Work to be completed: Scan the entries for the string "constantFrom" and give the number of lines that have it, nothing further.

___ Exercise material

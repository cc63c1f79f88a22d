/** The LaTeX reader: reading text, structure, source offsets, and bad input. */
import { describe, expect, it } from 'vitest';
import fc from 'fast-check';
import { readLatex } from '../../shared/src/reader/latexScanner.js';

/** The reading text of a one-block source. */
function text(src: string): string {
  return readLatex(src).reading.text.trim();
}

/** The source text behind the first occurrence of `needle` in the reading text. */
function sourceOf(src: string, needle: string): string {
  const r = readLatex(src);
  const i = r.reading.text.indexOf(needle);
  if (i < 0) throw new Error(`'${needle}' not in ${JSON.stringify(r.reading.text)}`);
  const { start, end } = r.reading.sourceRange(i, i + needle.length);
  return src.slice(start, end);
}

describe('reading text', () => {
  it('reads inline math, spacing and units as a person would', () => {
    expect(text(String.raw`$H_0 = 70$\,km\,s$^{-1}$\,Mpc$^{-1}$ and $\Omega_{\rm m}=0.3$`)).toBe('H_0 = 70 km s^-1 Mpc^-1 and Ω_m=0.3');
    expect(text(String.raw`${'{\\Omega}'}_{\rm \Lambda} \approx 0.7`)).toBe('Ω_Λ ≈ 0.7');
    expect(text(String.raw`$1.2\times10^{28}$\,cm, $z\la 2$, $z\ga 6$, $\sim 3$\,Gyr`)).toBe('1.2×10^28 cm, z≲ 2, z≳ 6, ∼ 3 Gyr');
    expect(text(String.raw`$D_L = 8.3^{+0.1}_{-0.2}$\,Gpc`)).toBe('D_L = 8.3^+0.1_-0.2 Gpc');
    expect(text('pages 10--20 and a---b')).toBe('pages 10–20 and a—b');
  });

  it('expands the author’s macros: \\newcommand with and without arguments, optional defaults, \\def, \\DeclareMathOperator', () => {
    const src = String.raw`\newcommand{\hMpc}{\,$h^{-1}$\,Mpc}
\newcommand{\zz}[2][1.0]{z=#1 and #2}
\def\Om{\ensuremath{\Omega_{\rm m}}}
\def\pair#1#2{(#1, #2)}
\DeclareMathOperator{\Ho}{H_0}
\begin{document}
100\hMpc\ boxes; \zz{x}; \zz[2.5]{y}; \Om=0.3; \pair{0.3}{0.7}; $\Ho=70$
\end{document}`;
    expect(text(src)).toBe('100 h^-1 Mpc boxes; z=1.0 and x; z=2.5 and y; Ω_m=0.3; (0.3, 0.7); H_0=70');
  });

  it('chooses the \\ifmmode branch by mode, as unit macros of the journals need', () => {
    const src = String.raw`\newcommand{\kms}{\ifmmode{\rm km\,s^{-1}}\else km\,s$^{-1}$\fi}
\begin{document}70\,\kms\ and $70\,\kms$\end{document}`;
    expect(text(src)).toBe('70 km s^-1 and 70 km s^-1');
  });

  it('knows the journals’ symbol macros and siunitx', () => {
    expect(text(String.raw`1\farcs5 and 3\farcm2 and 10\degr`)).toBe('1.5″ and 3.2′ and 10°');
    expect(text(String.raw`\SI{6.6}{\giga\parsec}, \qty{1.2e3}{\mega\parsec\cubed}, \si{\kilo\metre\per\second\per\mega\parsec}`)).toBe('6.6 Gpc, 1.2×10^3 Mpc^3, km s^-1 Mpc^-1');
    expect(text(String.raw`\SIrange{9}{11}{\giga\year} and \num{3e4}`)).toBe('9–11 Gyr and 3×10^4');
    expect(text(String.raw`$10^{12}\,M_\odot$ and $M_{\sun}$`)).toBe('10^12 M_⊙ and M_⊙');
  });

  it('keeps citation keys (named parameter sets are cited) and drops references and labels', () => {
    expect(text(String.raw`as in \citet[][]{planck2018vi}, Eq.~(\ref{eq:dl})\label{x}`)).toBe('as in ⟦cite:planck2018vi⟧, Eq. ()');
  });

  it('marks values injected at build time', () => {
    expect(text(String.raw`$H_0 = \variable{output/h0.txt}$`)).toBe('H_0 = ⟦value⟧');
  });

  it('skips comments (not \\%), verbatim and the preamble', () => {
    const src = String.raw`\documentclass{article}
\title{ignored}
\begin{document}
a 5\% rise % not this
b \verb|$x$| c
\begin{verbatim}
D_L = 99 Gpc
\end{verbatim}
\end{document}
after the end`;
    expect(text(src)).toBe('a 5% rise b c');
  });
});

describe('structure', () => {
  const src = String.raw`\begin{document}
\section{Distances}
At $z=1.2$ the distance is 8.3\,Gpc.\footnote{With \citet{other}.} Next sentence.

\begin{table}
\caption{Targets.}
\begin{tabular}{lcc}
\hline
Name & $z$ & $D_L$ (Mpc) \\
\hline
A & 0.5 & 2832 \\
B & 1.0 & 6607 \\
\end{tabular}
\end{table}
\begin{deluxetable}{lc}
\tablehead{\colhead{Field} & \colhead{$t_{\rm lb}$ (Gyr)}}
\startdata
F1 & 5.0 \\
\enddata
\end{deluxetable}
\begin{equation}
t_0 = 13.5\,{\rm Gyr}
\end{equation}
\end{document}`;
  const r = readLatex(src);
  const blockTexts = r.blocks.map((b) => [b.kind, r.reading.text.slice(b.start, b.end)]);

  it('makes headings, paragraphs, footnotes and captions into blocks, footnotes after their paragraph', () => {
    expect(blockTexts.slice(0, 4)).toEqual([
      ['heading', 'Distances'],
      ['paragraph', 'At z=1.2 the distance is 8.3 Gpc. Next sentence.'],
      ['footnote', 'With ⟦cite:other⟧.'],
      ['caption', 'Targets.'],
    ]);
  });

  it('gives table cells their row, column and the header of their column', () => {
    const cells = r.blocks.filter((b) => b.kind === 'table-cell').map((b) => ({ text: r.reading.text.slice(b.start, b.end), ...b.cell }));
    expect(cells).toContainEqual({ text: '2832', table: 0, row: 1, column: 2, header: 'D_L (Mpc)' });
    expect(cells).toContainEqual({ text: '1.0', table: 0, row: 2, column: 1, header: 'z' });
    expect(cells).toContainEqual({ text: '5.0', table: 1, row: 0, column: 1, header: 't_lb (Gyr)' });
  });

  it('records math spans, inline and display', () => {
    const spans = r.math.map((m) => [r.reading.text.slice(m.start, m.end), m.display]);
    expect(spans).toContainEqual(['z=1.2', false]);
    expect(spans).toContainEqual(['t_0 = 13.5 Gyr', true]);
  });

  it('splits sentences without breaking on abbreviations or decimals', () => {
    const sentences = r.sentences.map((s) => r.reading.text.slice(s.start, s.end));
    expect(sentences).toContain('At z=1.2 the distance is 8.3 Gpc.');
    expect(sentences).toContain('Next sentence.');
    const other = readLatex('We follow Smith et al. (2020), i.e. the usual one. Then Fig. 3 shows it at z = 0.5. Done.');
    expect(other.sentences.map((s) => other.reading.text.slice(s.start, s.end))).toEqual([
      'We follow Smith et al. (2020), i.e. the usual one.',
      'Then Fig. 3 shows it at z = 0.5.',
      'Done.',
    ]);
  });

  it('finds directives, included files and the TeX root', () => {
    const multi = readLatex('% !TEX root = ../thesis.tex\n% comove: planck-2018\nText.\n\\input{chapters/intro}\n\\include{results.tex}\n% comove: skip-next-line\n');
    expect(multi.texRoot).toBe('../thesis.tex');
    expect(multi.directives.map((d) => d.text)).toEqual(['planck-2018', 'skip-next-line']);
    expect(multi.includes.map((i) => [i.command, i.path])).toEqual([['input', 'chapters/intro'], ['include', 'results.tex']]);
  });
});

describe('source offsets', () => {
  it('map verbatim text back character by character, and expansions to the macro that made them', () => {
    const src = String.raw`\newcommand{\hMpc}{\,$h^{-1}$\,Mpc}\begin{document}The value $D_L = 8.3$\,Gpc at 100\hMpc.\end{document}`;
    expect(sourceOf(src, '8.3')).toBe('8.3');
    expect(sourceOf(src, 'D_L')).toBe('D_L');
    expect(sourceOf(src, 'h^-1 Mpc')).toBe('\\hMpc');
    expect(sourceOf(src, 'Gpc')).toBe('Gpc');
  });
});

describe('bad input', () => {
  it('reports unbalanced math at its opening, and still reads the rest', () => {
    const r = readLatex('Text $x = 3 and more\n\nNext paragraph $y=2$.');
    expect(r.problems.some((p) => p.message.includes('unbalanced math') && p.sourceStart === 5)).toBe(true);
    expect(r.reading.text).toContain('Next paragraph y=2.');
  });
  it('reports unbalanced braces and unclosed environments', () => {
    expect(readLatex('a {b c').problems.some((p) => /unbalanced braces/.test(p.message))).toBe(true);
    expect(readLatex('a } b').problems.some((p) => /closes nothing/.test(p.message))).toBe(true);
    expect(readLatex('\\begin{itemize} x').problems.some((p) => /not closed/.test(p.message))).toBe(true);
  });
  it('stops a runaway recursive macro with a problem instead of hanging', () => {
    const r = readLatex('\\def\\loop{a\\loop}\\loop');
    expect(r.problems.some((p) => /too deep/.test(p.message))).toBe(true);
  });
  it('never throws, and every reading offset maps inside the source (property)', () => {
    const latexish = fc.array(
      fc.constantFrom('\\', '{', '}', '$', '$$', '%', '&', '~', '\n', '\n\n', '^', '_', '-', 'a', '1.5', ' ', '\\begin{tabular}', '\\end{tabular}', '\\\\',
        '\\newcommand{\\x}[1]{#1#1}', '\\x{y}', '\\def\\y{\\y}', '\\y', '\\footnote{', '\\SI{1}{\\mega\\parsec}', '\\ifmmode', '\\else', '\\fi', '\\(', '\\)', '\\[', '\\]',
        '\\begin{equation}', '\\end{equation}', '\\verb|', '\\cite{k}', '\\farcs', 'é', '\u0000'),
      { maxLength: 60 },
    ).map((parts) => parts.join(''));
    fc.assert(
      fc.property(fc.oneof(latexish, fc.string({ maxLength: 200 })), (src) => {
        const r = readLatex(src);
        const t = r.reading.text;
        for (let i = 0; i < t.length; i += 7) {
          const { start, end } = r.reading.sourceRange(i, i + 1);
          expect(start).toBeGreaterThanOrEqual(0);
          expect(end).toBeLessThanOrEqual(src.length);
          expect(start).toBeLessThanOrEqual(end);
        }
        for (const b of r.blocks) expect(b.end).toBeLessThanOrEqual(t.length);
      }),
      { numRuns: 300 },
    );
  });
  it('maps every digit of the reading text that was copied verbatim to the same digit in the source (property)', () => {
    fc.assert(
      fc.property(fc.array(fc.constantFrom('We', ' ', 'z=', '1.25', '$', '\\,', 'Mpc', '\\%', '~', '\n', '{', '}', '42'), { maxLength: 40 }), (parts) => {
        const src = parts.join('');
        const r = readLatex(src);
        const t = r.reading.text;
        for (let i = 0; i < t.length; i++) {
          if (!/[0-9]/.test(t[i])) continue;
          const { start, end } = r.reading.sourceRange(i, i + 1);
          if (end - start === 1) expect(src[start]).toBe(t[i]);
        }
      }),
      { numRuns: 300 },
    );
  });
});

______
___ Exercise material

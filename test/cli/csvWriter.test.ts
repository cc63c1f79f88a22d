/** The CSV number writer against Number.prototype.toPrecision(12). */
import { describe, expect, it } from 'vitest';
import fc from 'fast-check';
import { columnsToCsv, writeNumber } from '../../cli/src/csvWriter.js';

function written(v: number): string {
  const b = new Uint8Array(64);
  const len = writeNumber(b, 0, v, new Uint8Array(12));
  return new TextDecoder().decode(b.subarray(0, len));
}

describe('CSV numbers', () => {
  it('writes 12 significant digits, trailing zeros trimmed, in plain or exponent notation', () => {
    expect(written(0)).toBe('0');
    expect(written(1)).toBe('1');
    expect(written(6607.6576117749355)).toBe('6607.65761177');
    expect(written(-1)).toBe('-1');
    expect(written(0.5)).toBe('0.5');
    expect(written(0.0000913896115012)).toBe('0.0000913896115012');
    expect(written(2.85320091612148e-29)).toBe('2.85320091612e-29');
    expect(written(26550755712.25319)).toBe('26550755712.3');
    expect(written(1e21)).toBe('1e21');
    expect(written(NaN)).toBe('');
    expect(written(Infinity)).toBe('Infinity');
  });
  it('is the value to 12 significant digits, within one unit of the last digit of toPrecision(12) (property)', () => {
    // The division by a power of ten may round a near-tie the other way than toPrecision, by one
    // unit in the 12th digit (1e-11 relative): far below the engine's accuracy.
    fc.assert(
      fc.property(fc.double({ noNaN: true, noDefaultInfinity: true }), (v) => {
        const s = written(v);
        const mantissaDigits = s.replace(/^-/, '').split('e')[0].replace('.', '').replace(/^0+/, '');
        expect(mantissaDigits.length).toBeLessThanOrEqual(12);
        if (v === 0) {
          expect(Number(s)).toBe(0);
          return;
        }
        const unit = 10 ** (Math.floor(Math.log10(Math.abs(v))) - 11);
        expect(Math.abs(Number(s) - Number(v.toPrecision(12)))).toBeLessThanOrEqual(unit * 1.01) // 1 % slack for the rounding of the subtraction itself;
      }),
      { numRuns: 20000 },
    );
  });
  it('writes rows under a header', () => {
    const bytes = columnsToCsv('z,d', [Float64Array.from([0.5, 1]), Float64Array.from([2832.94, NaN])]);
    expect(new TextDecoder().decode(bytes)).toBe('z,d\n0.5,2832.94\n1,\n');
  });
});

______

Final answer: 2